Kemudian sebagai orang yang berasal dari keluarga mantan napiter, Melani mengatakan kondisi tersebut membuat mereka terlambat dalam segala hal. Namun ia tetap meyakini tidak ada kata terlambat untuk belajar dan menjadi lebih baik.
“Memang terlambat, tapikan tidak ada kata terlambat untuk belajar. Mereka harus mengejar ketertinggalannya, walaupun mungkin tidak sama setidaknya mereka memiliki pendidikan yang setara dengan pendidikan formal,” katanya.
Bangun Mental dan Kemandirian
Sementara Ketua Yayasan Mangkubumi, Suprihadi menambahkan, pembukaan akses pendidikan ini merupakan pertama kali tergelar.
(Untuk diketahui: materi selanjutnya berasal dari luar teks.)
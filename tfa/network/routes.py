"""Carbon-fixation routes as first-class objects: a route is a named set of reactions that is
allowed to be the only entry of carbon from the carbon source (CO2); every other reaction that
consumes the carbon source is closed in that direction while the route is asked.

Routes come from a route file (``routes.toml`` beside the network, or named with ``--routes``)::

    carbon_source = "co2"                  # optional: default the compound with thermo key CO2
    shared = ["CPS"]                       # optional: carbon entries open for every route

    [routes.acetyl_coa]
    name = "acetyl-CoA pathway"            # optional: words for tables and figures
    pathways = ["acetyl-CoA pathway (methyl branch)", "acetyl-CoA pathway (carbonyl branch)"]
    reactions = ["PFOR"]                   # further reactions (ids) of the route
    exclude = ["ACL"]                      # optional: reactions blocked while the route is asked

or, without a file, one route per pathway tag that holds a carbon-fixing reaction
(:func:`routes_from_pathways`). A reaction "fixes" carbon in the direction in which it consumes
the carbon source (a carboxylation forward, a decarboxylation run backwards); decarboxylations
run forwards stay open for every route.
"""

from __future__ import annotations

import contextlib
import difflib
from dataclasses import dataclass
from pathlib import Path
from typing import Iterator

import cobra

from ..errors import InputError
from .checks import is_boundary_reaction

try:  # Python 3.11+
    import tomllib
except ModuleNotFoundError:  # pragma: no cover - Python 3.10
    import tomli as tomllib

#: The file of routes read beside a network when no other is named.
ROUTE_FILE = "routes.toml"
#: Names of the carbon source tried when the route file names none.
CARBON_SOURCE_NAMES = ("CO2", "co2", "carbon dioxide", "CO2tot")
_ROUTE_KEYS = ("name", "pathways", "reactions", "exclude")
_FILE_KEYS = ("carbon_source", "shared", "routes")


@dataclass(frozen=True)
class Route:
    """A carbon-fixation route: ``id``, words ``name``, its ``reactions`` (ids, in network order),
    where it was defined (``defined_by``), the ``excluded`` reactions blocked while it is asked
    and the ``shared`` carbon entries left open for every route."""

    id: str
    name: str
    reactions: tuple[str, ...]
    defined_by: str = ""
    excluded: tuple[str, ...] = ()
    shared: tuple[str, ...] = ()


def pathway_tag(reaction: cobra.Reaction) -> str:
    """The pathway tag of a reaction (``pathway`` note, else cobra's subsystem; may be empty)."""
    return str((reaction.notes or {}).get("pathway") or reaction.subsystem or "")


def carbon_source(model: cobra.Model, name: str | None = None) -> cobra.Metabolite:
    """The carbon source: the compound ``name`` (id, name, synonym or thermo key), else the one
    named CO2.

    Raises
    ------
    InputError
        When none is found.
    """
    from .currency_rewrites import find_compound

    names = (name,) if name else CARBON_SOURCE_NAMES
    met = find_compound(model, names)
    if met is None:
        raise InputError(f"no carbon source {' or '.join(names)} in network {model.id}; name it "
                         f"with carbon_source = \"ID\" in the route file")
    return met


def carbon_fixing(model: cobra.Model, carbon: cobra.Metabolite) -> dict[str, int]:
    """Reaction id -> direction (+1 forward, -1 backward) in which an internal reaction consumes
    the carbon source, for every one that can run that way."""
    out = {}
    for reaction in model.reactions:
        if is_boundary_reaction(reaction) or carbon not in reaction.metabolites:
            continue
        coefficient = reaction.metabolites[carbon]
        direction = 1 if coefficient < 0 else -1
        if (direction > 0 and reaction.upper_bound > 0) or (direction < 0 and reaction.lower_bound < 0):
            out[reaction.id] = direction
    return out


def routes_from_pathways(model: cobra.Model, carbon: cobra.Metabolite) -> list[Route]:
    """One route per pathway tag that holds a carbon-fixing reaction, in network order."""
    fixing = carbon_fixing(model, carbon)
    tags: dict[str, list[str]] = {}
    for reaction in model.reactions:
        tag = pathway_tag(reaction)
        if tag and not is_boundary_reaction(reaction):
            tags.setdefault(tag, []).append(reaction.id)
    return [Route(_slug(tag), tag, tuple(ids), f"pathway tag '{tag}'")
            for tag, ids in tags.items() if any(r in fixing for r in ids)]


def _slug(text: str) -> str:
    out = "".join(c if c.isalnum() else "_" for c in text.lower())
    while "__" in out:
        out = out.replace("__", "_")
    return out.strip("_")


def read_routes(path: str | Path, model: cobra.Model) -> tuple[list[Route], str | None]:
    """Routes of a route file (see the module text) and its carbon source (None: default).

    Raises
    ------
    InputError
        Naming the file and the route or key at fault: unknown keys, a pathway no reaction
        carries, a reaction not in the network, a route without reactions.
    """
    from ..util.files import read_input_text

    path = Path(path)
    try:
        data = tomllib.loads(read_input_text(path, "route file"))
    except tomllib.TOMLDecodeError as err:
        raise InputError(f"{path}: not valid TOML ({err}); see docs/formats.md, route files") from None
    unknown = [k for k in data if k not in _FILE_KEYS]
    if unknown:
        raise InputError(f"{path}: unknown key(s) {', '.join(unknown)}; a route file has "
                         "carbon_source, shared and [routes.ID] tables")
    routes_data = data.get("routes")
    if not isinstance(routes_data, dict) or not routes_data:
        raise InputError(f"{path}: no routes; add a table [routes.ID] with pathways and/or reactions")
    tags: dict[str, list[str]] = {}
    for reaction in model.reactions:
        tags.setdefault(pathway_tag(reaction).lower(), []).append(reaction.id)
    ids = {r.id for r in model.reactions}

    def reaction_ids(value, where: str, key: str) -> list[str]:
        out = []
        for rid in _strings(value, where, key):
            if rid not in ids:
                close = difflib.get_close_matches(rid, sorted(ids), n=1)
                raise InputError(f"{where}: reaction '{rid}' is not in the network"
                                 + (f"; did you mean '{close[0]}'?" if close else ""))
            out.append(rid)
        return out

    shared = tuple(reaction_ids(data.get("shared", []), str(path), "shared"))
    routes = []
    for route_id, spec in routes_data.items():
        where = f"{path}, route {route_id}"
        if not isinstance(spec, dict):
            raise InputError(f"{where}: give a table with pathways and/or reactions")
        for key in spec:
            if key not in _ROUTE_KEYS:
                close = difflib.get_close_matches(key, _ROUTE_KEYS, n=1)
                raise InputError(f"{where}: unknown key '{key}'"
                                 + (f"; did you mean '{close[0]}'?" if close else
                                    f"; use {', '.join(_ROUTE_KEYS)}"))
        members: list[str] = []
        for tag in _strings(spec.get("pathways", []), where, "pathways"):
            found = tags.get(tag.lower())
            if not found:
                close = difflib.get_close_matches(tag.lower(), [t for t in tags if t], n=1)
                raise InputError(f"{where}: no reaction carries the pathway tag '{tag}'"
                                 + (f"; did you mean '{close[0]}'?" if close else ""))
            members += found
        members += reaction_ids(spec.get("reactions", []), where, "reactions")
        excluded = reaction_ids(spec.get("exclude", []), where, "exclude")
        members = [m for m in members if m not in excluded]
        if not members:
            raise InputError(f"{where}: the route has no reactions; list pathways or reactions")
        order = {r.id: k for k, r in enumerate(model.reactions)}
        members = sorted(set(members), key=order.get)
        routes.append(Route(str(route_id), str(spec.get("name") or route_id), tuple(members),
                            f"route file {path.name}", tuple(excluded), shared))
    source = data.get("carbon_source")
    if source is not None and not isinstance(source, str):
        raise InputError(f"{path}: carbon_source must be a compound id in quotes")
    return routes, source


def _strings(value, where: str, key: str) -> list[str]:
    if isinstance(value, str):
        value = [value]
    if not isinstance(value, list) or not all(isinstance(v, str) for v in value):
        raise InputError(f"{where}: {key} must be a list of names in quotes")
    return value


def network_routes(model: cobra.Model, route_file: str | Path | None = None,
                   network_folder: Path | None = None) -> tuple[list[Route], cobra.Metabolite]:
    """The routes to compare and the carbon source: the route file named, else ``routes.toml``
    in the network's folder, else one route per carbon-fixing pathway tag."""
    path = Path(route_file) if route_file else None
    if path is None and network_folder is not None and (Path(network_folder) / ROUTE_FILE).is_file():
        path = Path(network_folder) / ROUTE_FILE
    if path is not None:
        routes, source = read_routes(path, model)
        return routes, carbon_source(model, source)
    carbon = carbon_source(model)
    return routes_from_pathways(model, carbon), carbon


@contextlib.contextmanager
def route_only(model: cobra.Model, route: Route, carbon: cobra.Metabolite) -> Iterator[list[str]]:
    """Close, for the duration of the context, the carbon-fixing direction of every reaction not
    in ``route`` (nor among its shared entries), and block its excluded reactions (``with
    model:``, undone on exit); yields the ids closed."""
    members = set(route.reactions) | set(route.shared)
    closed = []
    with model:
        for rid in route.excluded:
            if rid in model.reactions:
                model.reactions.get_by_id(rid).bounds = (0.0, 0.0)
                closed.append(rid)
        for rid, direction in carbon_fixing(model, carbon).items():
            if rid in members or rid not in model.reactions:
                continue
            reaction = model.reactions.get_by_id(rid)
            if direction > 0:
                reaction.upper_bound = 0.0
            else:
                reaction.lower_bound = 0.0
            closed.append(rid)
        yield closed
Melalui akses pendidikan itu, para anggota keluarga mantan Napiter bisa berbaur kembali pada masyarakat.
Kemudian melalui program itu, sebenarnya tidak hanya memberikan pendidikan formal saja. Namun juga sekaligus menanamkan nilai-nilai kebangsaan kepada mereka agar bisa terterima oleh masyarakat.
“Misi dari kelembagaan kami ini adalah membangun kemandirian dan kesehatan mental dan para eks napiter,” ujarnya.
Selain membuka akses pendidikan formal, Yayasan Mangku Bumi juga bekerjasama dengan sejumlah pihak untuk memberikan keterampilan bagi eks napiter. Dengan mentoring dan pelatihan yang diberikan, harapannya para eks napiter itu mampu hidup mandiri dan kembali bermasyarakat.
“Kami mengadakan acara mentoring atau pendampingan kewirausahaan melalui program pertanian organik dan peternakan. Serta teknologi pembuatan tepung mocaf,” jelasnya.